:: EXCERPTED DATA ::
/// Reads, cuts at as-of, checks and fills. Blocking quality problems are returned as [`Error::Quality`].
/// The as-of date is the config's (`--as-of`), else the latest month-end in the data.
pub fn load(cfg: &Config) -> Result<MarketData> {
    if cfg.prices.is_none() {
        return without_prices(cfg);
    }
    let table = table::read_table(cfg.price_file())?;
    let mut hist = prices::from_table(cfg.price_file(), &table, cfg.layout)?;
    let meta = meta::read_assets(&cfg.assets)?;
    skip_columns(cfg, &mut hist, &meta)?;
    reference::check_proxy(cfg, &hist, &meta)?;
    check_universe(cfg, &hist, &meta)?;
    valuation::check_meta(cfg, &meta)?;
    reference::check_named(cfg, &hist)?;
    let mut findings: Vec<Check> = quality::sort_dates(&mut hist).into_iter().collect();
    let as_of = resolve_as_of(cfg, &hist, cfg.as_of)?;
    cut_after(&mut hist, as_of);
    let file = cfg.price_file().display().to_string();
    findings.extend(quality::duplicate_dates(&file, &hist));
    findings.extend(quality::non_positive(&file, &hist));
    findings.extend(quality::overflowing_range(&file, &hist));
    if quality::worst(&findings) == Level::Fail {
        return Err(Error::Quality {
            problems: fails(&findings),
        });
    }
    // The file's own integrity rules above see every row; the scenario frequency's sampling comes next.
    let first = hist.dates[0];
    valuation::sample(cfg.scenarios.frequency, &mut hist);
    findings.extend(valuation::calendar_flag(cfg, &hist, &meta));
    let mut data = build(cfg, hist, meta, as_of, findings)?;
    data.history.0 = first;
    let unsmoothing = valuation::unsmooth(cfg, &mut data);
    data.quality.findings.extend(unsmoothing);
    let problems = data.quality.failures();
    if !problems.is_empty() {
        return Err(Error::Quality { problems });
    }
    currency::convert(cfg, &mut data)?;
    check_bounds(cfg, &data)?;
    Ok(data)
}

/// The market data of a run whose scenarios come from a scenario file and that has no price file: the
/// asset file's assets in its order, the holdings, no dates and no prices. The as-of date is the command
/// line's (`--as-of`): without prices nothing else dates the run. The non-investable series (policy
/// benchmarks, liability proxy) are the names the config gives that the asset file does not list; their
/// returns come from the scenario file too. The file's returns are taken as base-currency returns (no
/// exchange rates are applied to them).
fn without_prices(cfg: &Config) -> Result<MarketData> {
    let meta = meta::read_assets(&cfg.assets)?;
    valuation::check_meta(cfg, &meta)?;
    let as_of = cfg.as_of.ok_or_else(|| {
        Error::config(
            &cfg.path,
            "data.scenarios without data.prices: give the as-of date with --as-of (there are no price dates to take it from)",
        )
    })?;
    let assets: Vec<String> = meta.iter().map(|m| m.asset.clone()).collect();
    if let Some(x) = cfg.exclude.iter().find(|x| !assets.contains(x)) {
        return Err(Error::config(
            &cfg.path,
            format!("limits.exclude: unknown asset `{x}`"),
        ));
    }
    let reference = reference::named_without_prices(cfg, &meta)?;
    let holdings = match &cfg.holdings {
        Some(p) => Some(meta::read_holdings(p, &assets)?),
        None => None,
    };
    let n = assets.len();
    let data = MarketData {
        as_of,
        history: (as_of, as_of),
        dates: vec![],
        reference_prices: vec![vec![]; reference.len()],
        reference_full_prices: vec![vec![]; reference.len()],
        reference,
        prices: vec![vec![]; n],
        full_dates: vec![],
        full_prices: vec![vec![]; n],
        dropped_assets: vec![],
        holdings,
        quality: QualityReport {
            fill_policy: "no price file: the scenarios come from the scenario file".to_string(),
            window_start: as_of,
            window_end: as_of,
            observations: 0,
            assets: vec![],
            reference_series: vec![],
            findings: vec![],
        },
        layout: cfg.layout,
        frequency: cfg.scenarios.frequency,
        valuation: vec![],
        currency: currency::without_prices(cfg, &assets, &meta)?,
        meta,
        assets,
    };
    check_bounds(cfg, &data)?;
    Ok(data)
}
:::
TASK OBJECTIVE
For the records above, state how many lines include the string "scenarios", giving the number and nothing else.

ANSWER BELOW
5